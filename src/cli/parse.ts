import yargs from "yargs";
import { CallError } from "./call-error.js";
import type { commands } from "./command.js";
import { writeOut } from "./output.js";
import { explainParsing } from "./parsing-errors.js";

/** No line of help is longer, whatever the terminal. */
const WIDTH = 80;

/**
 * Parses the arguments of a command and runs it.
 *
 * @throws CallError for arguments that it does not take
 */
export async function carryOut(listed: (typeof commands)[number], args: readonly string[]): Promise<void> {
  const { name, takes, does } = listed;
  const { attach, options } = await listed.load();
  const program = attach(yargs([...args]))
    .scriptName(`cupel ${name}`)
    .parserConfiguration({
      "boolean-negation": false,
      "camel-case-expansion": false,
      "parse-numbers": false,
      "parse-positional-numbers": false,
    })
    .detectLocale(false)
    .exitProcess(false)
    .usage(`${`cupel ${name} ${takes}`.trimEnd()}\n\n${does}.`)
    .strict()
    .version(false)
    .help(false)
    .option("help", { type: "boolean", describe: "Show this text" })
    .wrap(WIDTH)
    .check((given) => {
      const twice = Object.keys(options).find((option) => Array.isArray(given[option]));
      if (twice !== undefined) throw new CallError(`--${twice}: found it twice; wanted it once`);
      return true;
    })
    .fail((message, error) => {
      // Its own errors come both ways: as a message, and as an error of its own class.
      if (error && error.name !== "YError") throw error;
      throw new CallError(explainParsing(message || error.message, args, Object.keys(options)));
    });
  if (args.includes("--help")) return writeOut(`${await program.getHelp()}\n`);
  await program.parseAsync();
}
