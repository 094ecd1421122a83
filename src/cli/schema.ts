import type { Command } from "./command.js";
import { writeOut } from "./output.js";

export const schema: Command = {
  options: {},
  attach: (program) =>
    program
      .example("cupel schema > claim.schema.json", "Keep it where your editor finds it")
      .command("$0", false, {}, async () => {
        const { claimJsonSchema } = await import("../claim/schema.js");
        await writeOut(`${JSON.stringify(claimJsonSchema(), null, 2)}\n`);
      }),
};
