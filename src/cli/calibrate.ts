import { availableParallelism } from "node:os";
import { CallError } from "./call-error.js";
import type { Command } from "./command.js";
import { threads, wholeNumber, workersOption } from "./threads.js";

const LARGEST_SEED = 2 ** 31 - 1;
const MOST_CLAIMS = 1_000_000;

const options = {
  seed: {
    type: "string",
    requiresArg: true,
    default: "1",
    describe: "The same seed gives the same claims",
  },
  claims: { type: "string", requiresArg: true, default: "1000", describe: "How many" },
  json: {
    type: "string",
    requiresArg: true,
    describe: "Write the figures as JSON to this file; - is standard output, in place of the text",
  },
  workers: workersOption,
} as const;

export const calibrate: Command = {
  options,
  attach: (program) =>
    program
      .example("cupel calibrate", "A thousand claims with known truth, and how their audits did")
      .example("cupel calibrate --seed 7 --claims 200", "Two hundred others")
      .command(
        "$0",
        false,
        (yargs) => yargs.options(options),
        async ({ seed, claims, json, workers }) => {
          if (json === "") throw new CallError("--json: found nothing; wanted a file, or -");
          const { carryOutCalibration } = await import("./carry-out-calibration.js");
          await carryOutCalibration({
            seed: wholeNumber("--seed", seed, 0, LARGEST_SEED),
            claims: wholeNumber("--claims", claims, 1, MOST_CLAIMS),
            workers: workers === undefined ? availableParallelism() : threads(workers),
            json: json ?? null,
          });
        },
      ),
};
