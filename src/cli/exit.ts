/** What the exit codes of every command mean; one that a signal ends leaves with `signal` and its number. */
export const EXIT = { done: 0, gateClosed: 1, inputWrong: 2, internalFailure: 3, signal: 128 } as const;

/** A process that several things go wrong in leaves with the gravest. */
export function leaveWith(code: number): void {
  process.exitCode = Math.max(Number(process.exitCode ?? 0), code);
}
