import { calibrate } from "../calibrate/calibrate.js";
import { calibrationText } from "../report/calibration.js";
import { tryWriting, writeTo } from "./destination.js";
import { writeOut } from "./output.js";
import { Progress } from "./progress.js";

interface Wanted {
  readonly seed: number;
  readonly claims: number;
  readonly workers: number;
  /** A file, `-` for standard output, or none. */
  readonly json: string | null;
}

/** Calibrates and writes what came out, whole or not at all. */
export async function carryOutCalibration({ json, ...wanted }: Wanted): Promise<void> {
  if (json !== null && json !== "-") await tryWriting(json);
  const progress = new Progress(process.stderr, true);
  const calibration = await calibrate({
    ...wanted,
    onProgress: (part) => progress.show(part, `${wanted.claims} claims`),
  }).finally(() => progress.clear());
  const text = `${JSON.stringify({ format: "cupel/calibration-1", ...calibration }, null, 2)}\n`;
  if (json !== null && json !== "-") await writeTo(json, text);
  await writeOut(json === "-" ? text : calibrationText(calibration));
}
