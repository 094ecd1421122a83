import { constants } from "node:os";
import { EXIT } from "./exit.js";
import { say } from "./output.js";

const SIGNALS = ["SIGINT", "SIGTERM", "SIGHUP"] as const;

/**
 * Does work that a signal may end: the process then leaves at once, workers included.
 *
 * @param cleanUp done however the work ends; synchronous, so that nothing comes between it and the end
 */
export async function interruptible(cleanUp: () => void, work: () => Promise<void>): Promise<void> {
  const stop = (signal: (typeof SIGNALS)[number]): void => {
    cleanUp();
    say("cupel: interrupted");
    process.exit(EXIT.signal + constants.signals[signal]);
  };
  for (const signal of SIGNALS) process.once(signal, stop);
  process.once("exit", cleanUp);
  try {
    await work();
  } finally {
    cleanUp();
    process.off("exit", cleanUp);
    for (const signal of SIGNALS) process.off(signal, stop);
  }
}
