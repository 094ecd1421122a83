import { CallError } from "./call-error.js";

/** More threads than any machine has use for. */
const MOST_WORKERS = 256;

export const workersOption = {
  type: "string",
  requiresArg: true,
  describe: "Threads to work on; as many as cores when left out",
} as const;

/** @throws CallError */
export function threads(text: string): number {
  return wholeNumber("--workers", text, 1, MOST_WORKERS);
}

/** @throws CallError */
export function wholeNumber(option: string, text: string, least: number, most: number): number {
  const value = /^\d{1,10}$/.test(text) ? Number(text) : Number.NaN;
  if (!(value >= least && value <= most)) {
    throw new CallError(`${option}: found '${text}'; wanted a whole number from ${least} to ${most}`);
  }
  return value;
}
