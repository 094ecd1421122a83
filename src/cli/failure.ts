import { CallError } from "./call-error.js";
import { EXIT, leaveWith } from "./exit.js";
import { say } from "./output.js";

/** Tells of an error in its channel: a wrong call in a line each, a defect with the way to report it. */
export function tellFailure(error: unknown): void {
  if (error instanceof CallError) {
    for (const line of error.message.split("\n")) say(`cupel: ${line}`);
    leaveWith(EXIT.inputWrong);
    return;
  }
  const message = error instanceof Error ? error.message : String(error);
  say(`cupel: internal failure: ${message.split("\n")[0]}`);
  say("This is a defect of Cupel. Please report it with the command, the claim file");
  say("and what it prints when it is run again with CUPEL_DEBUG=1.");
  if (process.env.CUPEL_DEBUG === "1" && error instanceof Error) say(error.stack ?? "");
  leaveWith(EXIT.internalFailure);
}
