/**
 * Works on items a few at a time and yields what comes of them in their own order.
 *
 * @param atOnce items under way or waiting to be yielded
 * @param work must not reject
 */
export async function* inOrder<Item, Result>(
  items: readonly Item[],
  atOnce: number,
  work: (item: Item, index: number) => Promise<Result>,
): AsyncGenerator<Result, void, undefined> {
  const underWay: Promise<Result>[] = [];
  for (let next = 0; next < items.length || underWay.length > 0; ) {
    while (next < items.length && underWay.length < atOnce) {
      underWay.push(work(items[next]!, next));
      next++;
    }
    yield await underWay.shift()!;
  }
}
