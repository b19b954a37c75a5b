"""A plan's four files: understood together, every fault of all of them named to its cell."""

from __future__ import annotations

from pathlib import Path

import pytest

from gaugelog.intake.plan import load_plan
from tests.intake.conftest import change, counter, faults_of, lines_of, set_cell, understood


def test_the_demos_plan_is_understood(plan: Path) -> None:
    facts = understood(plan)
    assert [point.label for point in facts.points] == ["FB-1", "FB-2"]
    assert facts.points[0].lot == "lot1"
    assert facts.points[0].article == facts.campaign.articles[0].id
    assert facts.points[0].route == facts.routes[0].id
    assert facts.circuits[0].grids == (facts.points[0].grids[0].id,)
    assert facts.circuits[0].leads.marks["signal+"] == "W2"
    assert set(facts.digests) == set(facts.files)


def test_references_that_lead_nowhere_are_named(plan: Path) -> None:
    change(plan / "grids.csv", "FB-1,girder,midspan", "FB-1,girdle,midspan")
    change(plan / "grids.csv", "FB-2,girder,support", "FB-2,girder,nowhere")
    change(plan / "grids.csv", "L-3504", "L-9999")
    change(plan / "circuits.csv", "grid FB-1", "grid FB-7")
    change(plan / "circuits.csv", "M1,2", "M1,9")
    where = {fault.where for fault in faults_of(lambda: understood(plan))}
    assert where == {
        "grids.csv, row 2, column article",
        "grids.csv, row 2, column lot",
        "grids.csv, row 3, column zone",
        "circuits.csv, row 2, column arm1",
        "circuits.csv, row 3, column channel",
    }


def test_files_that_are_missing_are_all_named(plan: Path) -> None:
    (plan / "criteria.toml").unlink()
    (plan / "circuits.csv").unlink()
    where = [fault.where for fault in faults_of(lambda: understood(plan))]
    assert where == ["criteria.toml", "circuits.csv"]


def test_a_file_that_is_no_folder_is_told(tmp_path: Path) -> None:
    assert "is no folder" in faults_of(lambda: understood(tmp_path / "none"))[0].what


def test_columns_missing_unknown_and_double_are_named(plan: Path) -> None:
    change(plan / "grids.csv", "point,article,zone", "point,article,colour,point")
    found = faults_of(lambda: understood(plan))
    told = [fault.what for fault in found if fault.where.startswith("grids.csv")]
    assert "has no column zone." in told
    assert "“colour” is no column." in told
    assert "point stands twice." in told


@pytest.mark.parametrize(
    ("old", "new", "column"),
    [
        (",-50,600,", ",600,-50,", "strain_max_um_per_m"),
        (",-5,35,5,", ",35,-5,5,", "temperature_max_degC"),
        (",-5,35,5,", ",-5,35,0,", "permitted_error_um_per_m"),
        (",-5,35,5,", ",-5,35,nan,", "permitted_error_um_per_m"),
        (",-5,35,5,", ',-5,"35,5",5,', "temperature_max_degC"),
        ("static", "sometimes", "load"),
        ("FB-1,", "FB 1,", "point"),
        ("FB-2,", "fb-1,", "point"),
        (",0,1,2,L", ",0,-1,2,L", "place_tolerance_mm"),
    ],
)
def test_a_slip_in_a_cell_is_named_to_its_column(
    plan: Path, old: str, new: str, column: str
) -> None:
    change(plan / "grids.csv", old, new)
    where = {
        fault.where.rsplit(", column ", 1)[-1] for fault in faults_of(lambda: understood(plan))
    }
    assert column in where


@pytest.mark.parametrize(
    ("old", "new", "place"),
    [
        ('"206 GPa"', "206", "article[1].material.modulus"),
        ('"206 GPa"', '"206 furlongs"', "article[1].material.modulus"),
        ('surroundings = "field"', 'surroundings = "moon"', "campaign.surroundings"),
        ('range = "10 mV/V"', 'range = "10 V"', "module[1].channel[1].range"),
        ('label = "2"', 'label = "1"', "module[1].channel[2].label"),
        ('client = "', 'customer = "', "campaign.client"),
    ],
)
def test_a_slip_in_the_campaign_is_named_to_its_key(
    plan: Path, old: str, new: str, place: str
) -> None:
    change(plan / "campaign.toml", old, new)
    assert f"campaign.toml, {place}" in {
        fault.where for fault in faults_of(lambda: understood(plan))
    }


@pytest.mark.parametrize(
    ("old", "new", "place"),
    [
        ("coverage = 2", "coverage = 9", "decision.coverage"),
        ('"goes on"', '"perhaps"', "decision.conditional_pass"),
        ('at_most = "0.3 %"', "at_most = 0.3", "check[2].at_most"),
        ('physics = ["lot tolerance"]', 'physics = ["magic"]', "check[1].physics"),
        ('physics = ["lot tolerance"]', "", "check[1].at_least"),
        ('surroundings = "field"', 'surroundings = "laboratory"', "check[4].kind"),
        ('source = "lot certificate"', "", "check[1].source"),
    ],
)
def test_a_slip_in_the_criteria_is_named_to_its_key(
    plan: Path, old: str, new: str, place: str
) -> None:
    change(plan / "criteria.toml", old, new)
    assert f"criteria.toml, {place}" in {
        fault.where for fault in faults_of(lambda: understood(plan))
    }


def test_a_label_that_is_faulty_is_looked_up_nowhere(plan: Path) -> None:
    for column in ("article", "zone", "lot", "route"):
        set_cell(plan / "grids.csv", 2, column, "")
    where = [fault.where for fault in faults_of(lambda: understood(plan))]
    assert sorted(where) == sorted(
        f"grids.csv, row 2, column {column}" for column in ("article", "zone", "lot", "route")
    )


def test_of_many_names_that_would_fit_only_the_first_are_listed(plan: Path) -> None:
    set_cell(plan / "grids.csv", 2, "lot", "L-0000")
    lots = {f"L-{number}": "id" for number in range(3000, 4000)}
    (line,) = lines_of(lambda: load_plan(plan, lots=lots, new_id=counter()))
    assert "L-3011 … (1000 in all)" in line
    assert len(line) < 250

...

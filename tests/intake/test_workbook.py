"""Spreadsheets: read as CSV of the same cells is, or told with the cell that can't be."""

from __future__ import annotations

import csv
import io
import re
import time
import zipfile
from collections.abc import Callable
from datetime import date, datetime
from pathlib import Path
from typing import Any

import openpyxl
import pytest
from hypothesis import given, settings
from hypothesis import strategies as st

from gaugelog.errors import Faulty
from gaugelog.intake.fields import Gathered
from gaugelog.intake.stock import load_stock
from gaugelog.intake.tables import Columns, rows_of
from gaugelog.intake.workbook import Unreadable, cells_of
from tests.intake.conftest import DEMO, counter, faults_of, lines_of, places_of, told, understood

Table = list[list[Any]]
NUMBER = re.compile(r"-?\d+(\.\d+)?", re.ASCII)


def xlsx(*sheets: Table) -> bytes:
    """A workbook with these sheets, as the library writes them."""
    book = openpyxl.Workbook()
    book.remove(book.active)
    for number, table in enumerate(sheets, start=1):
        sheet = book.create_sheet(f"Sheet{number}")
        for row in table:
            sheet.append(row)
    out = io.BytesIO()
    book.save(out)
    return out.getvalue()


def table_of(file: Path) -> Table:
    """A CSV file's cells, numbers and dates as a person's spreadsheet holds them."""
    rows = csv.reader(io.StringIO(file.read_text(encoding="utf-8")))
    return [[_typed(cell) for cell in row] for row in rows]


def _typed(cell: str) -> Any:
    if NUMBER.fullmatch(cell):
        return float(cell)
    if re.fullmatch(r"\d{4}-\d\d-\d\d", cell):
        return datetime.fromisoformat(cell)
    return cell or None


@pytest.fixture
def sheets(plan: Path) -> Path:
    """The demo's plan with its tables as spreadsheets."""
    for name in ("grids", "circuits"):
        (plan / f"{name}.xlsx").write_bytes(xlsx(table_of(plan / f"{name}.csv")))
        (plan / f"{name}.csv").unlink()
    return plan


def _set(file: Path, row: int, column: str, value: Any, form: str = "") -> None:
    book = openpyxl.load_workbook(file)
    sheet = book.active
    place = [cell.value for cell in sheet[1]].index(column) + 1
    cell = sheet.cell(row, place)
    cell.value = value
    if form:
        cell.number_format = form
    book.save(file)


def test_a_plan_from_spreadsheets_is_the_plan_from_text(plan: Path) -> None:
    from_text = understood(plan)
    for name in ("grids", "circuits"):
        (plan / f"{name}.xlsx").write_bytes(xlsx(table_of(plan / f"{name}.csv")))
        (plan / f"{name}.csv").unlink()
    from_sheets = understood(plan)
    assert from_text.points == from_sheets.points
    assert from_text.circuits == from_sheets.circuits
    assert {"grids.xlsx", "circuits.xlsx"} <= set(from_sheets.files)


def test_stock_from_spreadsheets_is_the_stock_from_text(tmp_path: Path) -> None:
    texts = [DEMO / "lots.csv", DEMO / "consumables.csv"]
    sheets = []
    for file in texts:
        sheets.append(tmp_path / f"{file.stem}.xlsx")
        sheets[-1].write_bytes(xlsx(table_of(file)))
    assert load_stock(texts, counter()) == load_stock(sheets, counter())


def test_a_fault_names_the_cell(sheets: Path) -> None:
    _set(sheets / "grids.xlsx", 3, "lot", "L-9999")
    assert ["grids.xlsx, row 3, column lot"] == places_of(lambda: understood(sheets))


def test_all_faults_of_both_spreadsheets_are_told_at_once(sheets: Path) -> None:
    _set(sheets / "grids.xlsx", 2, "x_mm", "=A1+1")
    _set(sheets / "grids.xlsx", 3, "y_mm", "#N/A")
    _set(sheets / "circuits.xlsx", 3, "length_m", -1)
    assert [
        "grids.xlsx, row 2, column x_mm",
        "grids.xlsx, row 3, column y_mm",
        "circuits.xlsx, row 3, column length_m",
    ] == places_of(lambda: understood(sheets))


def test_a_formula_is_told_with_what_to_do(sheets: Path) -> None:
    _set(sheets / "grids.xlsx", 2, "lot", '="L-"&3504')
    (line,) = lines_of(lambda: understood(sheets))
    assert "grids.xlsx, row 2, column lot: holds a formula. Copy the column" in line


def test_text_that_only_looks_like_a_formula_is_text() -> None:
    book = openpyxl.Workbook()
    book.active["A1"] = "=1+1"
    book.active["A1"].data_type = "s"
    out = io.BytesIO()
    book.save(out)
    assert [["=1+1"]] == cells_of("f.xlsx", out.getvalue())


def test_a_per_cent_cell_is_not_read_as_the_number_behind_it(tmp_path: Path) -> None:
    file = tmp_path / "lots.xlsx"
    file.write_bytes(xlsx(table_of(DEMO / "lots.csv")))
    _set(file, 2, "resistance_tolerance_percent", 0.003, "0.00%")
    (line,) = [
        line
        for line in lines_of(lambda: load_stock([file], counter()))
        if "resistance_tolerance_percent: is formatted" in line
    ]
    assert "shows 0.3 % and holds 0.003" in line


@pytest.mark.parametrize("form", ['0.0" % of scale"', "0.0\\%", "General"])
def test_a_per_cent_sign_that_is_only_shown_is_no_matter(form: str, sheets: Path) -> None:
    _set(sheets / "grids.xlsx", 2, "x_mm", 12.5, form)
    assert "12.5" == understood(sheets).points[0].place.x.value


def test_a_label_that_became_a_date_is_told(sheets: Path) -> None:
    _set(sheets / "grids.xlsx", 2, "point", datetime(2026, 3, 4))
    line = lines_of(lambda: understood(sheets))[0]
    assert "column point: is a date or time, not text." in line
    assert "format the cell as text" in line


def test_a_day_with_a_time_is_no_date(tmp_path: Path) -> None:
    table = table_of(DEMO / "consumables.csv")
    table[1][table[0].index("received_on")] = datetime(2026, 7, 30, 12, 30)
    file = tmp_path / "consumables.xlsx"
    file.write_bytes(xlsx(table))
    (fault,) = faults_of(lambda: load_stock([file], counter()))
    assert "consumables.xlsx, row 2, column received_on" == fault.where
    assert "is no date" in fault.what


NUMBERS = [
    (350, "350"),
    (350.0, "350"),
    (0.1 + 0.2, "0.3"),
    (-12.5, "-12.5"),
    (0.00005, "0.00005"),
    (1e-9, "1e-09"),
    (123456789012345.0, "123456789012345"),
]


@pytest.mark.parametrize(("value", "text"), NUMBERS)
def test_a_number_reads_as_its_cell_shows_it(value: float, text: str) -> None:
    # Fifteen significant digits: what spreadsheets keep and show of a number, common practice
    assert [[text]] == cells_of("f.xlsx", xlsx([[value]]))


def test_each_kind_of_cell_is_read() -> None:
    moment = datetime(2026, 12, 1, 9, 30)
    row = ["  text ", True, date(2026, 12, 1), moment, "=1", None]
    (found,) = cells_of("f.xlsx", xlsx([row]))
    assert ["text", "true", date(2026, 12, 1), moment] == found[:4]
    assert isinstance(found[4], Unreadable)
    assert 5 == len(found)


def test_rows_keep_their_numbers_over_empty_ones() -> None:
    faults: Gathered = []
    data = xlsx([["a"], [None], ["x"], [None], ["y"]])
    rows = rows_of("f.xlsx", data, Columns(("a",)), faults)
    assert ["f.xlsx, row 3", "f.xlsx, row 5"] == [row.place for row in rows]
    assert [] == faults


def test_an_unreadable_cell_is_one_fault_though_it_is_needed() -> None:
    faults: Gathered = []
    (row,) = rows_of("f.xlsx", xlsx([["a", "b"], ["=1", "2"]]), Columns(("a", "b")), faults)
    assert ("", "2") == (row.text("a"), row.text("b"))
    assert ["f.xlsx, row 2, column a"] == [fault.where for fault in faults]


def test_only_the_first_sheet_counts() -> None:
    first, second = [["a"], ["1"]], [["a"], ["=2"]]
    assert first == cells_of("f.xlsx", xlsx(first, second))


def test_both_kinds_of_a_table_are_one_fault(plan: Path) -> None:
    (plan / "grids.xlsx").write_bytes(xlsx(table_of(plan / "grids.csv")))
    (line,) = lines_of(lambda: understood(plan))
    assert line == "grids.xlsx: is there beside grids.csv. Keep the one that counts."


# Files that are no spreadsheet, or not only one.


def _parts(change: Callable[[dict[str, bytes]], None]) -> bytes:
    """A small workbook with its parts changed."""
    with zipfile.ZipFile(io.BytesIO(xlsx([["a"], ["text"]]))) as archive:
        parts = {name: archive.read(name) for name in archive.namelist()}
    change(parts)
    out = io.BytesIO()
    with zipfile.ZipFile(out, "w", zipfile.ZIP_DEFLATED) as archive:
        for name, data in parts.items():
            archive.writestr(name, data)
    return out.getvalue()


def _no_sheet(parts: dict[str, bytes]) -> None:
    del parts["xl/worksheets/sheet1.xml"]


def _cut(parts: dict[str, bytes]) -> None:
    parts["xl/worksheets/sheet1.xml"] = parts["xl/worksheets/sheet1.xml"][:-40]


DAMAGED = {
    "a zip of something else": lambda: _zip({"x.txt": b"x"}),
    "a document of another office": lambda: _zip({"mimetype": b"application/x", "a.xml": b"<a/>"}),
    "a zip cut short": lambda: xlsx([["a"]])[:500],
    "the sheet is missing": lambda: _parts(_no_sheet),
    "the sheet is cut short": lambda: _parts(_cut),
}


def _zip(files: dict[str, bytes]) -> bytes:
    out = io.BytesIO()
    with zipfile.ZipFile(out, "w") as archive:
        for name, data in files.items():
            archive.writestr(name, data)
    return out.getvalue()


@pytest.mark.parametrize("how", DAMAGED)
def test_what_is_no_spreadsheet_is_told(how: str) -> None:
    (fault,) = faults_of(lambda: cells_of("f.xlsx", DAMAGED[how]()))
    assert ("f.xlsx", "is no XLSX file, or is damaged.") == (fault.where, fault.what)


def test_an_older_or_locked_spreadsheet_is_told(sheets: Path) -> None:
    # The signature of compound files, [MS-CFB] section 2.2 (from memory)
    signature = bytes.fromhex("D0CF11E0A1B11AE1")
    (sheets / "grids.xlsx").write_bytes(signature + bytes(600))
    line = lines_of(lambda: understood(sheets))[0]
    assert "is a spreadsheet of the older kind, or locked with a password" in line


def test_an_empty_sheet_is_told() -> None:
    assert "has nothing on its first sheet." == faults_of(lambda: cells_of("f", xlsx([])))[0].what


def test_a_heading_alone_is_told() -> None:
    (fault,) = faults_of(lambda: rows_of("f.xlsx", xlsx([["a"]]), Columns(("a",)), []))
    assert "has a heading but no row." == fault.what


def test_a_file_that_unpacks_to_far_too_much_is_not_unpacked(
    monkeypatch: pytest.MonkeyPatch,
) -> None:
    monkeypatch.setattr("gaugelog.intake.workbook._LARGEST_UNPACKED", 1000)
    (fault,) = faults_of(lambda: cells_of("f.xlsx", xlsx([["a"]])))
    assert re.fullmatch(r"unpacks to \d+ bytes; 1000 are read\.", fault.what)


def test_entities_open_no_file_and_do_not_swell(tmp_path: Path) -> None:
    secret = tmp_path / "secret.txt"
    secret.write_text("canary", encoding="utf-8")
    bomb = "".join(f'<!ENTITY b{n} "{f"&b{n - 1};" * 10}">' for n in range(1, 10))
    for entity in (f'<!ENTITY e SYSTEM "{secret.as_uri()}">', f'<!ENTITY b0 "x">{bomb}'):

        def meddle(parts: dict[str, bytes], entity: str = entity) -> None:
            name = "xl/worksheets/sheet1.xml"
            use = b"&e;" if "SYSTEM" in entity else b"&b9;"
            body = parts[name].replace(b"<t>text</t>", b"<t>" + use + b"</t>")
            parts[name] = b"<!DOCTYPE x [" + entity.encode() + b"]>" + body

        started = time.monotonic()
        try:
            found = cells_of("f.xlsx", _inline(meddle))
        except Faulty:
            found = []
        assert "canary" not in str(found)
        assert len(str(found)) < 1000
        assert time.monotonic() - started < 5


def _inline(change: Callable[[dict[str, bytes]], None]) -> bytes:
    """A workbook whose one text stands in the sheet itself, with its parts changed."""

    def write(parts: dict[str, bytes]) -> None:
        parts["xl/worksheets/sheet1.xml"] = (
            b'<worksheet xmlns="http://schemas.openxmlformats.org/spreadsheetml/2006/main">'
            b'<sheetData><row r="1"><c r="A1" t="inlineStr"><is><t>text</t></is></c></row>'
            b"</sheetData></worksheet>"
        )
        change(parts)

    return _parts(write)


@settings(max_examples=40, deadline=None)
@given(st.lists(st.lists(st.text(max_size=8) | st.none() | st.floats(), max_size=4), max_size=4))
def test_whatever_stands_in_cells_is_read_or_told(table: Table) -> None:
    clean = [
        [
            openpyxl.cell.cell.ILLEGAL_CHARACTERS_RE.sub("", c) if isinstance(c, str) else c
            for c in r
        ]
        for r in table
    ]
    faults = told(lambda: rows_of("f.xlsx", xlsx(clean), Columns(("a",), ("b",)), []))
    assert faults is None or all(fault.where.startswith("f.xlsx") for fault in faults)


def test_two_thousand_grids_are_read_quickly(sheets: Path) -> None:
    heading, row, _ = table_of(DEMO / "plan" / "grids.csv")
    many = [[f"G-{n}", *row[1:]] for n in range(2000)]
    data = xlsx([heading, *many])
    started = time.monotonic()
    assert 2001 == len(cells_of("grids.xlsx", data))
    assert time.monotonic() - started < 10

About this task: Please give an exact copy of the lines above, beginning with the line containing "for number in" and running through the line containing "assert len(line) < 250", and of no other lines.

Exercise output:
    lots = {f"L-{number}": "id" for number in range(3000, 4000)}
    (line,) = lines_of(lambda: load_plan(plan, lots=lots, new_id=counter()))
    assert "L-3011 … (1000 in all)" in line
    assert len(line) < 250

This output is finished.